Lung Cancer Chemotherapy
Depending on the type and stage of your lung cancer, your medical oncologist may recommend chemotherapy (anti-cancer drugs). Seattle Cancer Care Alliance (SCCA) patients receive chemotherapy in the Infusion Suite on the fifth floor of the main SCCA building. You may want to bring a friend or family member to sit with you during your treatment, which sometimes takes several hours.
What Chemotherapy Does
Chemotherapy is systemic; it enters your bloodstream and goes throughout your body. The drugs affect cancer cells, but they can also affect certain normal cells, which may lead to side effects.

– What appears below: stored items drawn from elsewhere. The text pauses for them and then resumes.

//! Case links: the whole case in the URL fragment (after `#`, so it never reaches a server).
//!
//! Format, version 1 (documented in `docs/case-link-v1.md`; fixtures in
//! `tests/data/case_links_v1.txt` must decode the same in every later release):
//!
//! ```text
//! v=1&title=Lug%20weld&mode=plane&unit=MPa&sx=84&sy=-22&txy=37&theta=30&au=deg&n=1,1,1&shear=down
//! ```
//!
//! `key=value` pairs joined by `&`, `v=1` first. Values are percent-encoded UTF-8. Numbers are
//! written in their shortest form that reads back to the same f64. Keys:
//!
//! | key | value | required |
//! |---|---|---|
//! | `v` | `1` | yes, first |
//! | `title`, `note` | text, ≤ 200 / ≤ 2000 characters | no |
//! | `mode` | `plane` or `3d` | yes |
//! | `unit` | `Pa` `kPa` `MPa` `GPa` `psi` `ksi` | yes |
//! | `sx` `sy` `txy` | numbers | yes |
//! | `sz` `tyz` `tzx` | numbers | in `3d` mode only, and then required |
//! | `theta` | number, in `au` | no (0) |
//! | `au` | `deg` or `rad` | no (`deg`) |
//! | `n` | three numbers, not all zero | no (`1,1,1`) |
//! | `shear` | `down` or `up` | no (`down`) |
//!
//! Keys added later to v1 (all optional, each with a default that leaves older links meaning
//! what they meant): `src` (where the stress comes from), its choices and numbers, and the
//! elastic constants; see the format document. With `src` other than `typed`, `mode` and the
//! stress keys are refused: the tensor is derived.
//!
//! Decoding is strict: an unknown or repeated key, a missing one, a non-number, a non-finite
//! number, a text with `<script` or `javascript:`, or a link over 32 KiB is refused with
//! a [`LinkError`] naming the problem. Nothing in a link is ever run or inserted as markup.

pub use crate::model::case::Case;
use crate::model::case::{check_text, Mode, MAX_NOTE, MAX_TITLE, ZERO_NORMAL};
use crate::model::choices::{tokens, Choices, Endurance, Layout, MaterialPick, Source, MAX_GAUGES};
use crate::model::inputs::{Num, ELASTIC};
use crate::model::numfmt::write_number;
use core::fmt;
use percent_encoding::{percent_decode_str, utf8_percent_encode, AsciiSet, NON_ALPHANUMERIC};
use std::collections::BTreeMap;
use stresscase_core::material;
use stresscase_core::units::{ForceUnit, LengthUnit, MomentUnit, StrainUnit};
use stresscase_core::vessel::Ends;
use stresscase_core::{AngleUnit, ShearAxis, StressUnit};

/// The link version this release writes.
pub const LINK_VERSION: &str = "1";
/// Longest link accepted, in bytes after `#`. It must hold the longest valid case: a title and
/// note at their limits in 4-byte characters percent-encode to 12 bytes each, plus the numbers.
pub const MAX_LINK_LEN: usize = 32 * 1024;
const _: () = assert!((MAX_TITLE + MAX_NOTE) * 12 + 4096 <= MAX_LINK_LEN);

/// Characters left as they are in values: letters, digits and `-._~,` (so numbers and lists
/// stay readable).
const VALUE: &AsciiSet = &NON_ALPHANUMERIC
    .remove(b'-')
    .remove(b'.')
    .remove(b'_')
    .remove(b'~')
    .remove(b',');

/// Why a link was refused.
#[derive(Debug, Clone, PartialEq, Eq)]
pub enum LinkError {
    /// Nothing after `#`.
    Empty,
    /// Over [`MAX_LINK_LEN`].
    TooLong(usize),
    /// Does not start with `v=`.
    NotACaseLink,
    /// A version this release does not know.
    Version(String),
    /// A part without `=`.
    Malformed(String),
    /// A key v1 does not have.
    UnknownKey(String),
    /// A key given twice.
    Repeated(&'static str),
    /// A required key is absent.
    Missing(&'static str),
    /// A key that the mode does not use (e.g. `sz` in plane mode).
    NotInMode(&'static str),
    /// Not a number.
    NotANumber(&'static str, String),
    /// NaN, infinite, or beyond ±1.8e308.
    NotFinite(&'static str, String),
    /// Not one of the allowed words.
    BadChoice(&'static str, String, &'static str),
    /// Wrong count of numbers in a list.
    Count(&'static str, usize, usize),
    /// The plane normal is (0, 0, 0).
    ZeroNormal,
    /// A text value that is refused, with the reason.
    BadText(&'static str, &'static str),
    /// A key the case's source path does not use.
    NotUsed(&'static str, &'static str),
}

fn shorten(s: &str) -> String {
    let mut out: String = s.chars().take(40).collect();
    if s.chars().count() > 40 {
        out.push('…');
    }
    out
}

impl fmt::Display for LinkError {
    fn fmt(&self, f: &mut fmt::Formatter<'_>) -> fmt::Result {
        match self {
            Self::Empty => write!(f, "the link holds no case (nothing after #)"),
            Self::TooLong(n) => write!(
                f,
                "the link is {n} characters long; a case link has at most {MAX_LINK_LEN}"
            ),
            Self::NotACaseLink => write!(
                f,
                "this is not a Stresscase case link: it must start with v=1"
            ),
            Self::Version(v) => {
                write!(f, "link version '{}' is not known to this release (it reads version {LINK_VERSION})", shorten(v))
            }
            Self::Malformed(p) => write!(
                f,
                "'{}' is not key=value; the link may be truncated",
                shorten(p)
            ),
            Self::UnknownKey(k) => write!(f, "unknown key '{}'", shorten(k)),
            Self::Repeated(k) => write!(f, "key '{k}' appears more than once"),
            Self::Missing(k) => write!(f, "key '{k}' is missing; the link may be truncated"),
            Self::NotInMode(k) => write!(f, "key '{k}' is only used in 3d mode"),
            Self::NotANumber(k, v) => write!(f, "{k}: '{}' is not a number", shorten(v)),
            Self::NotFinite(k, v) => write!(f, "{k}: '{}' is not a finite number", shorten(v)),
            Self::BadChoice(k, v, allowed) => {
                write!(f, "{k}: '{}' is not one of {allowed}", shorten(v))
            }
            Self::Count(k, want, got) => write!(
                f,
                "{k}: needs {want} numbers separated by commas, found {got}"
            ),
            Self::ZeroNormal => write!(f, "{ZERO_NORMAL}"),
            Self::BadText(k, why) => write!(f, "{k}: {why}"),
            Self::NotUsed(k, src) => write!(
                f,
                "key '{k}' is not used by this case (src={src} and the choices made)"
            ),
        }
    }
}

fn read_number(key: &'static str, raw: &str) -> Result<f64, LinkError> {
    if raw.is_empty()
        || !raw
            .bytes()
            .all(|b| b.is_ascii_digit() || b"+-.eE".contains(&b))
    {
        return Err(LinkError::NotANumber(key, raw.into()));
    }
    match raw.parse::<f64>() {
        Ok(v) if v.is_finite() => Ok(v),
        Ok(_) => Err(LinkError::NotFinite(key, raw.into())),
        Err(_) => Err(LinkError::NotANumber(key, raw.into())),
    }
}

const KEYS: [&str; 15] = [
    "v", "title", "note", "mode", "unit", "sx", "sy", "sz", "txy", "tyz", "tzx", "theta", "au",
    "n", "shear",
];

Chemotherapy can be used to:
- Keep cancer from spreading.
- Slow cancer’s growth.
- Kill cancer cells that may have spread to other parts of your body.
- Relieve symptoms caused by cancer.
Sometimes chemotherapy is the only treatment needed for lung cancer; however, it can be used along with other treatments, including surgery, radiation therapy, and targeted therapy.
Getting Chemotherapy for Lung Cancer
How often you get treatment and how long your treatment lasts depend on the type and stage of your cancer, the drug or combination of drugs selected, and your body’s response to treatment. You may get treatments daily, weekly, or monthly. Chemotherapy is generally given every three to four weeks in cycles.
Some chemotherapy drugs are taken by mouth in pill form, while others are given through an intravenous (IV) line into a vein in the hand or arm or through a port into a vein in the chest.
The most commonly used chemotherapy drugs for lung cancer are:
- Carboplatin (Paraplatin)
- Cisplatin (Platinol)
- Gemcitabine (Gemzar)
- Paclitaxel (Taxol)
- Docetaxel (Taxotere)
- Irinotecan (Camptosar, CPT-11)
- Etoposide (VP-16, VePesid)
- Pemetrexed (Alimta)
- Erlotinib (Tarceva)
If your cancer stops responding to treatment or if it recurs, your doctor may recommend additional treatments. These subsequent treatments, known as second-line or third-line treatments, may use different combinations of drugs or targeted therapies to relieve symptoms or to slow the growth or spread of the cancer.
Timing of Chemotherapy
While chemotherapy is sometimes given alone or before other treatments, your doctor may recommend having chemotherapy after surgery to kill any remaining cancer cells. There is emerging evidence that this may improve your chances of a cure.
Doctors may also recommend continuing chemotherapy treatment in patients with advanced non-small cell lung cancer who have had a good response. This approach, known as maintenance therapy, is intended to keep the lung cancer from growing for as long as possible and hopefully help patients live longer.
Side effects of chemotherapy vary greatly from person to person and depend on the type and dose of the drugs given, the way they are given, and the length of time they are given. Your treatment team can tell you about the side effects that are most common with your drugs.
Let your team know about any side effects you experience. They may be able to give you medicines to prevent or relieve side effects, suggest other ways to manage side effects, or change your chemotherapy dosage or treatment schedule to prevent side effects from getting worse. For general advice, see the symptom management section.
The time it takes to get over some side effects and regain energy depends on many factors, including your overall health and the drugs you were given. Many side effects are short term and go away after treatment is finished because your healthy cells recover over time.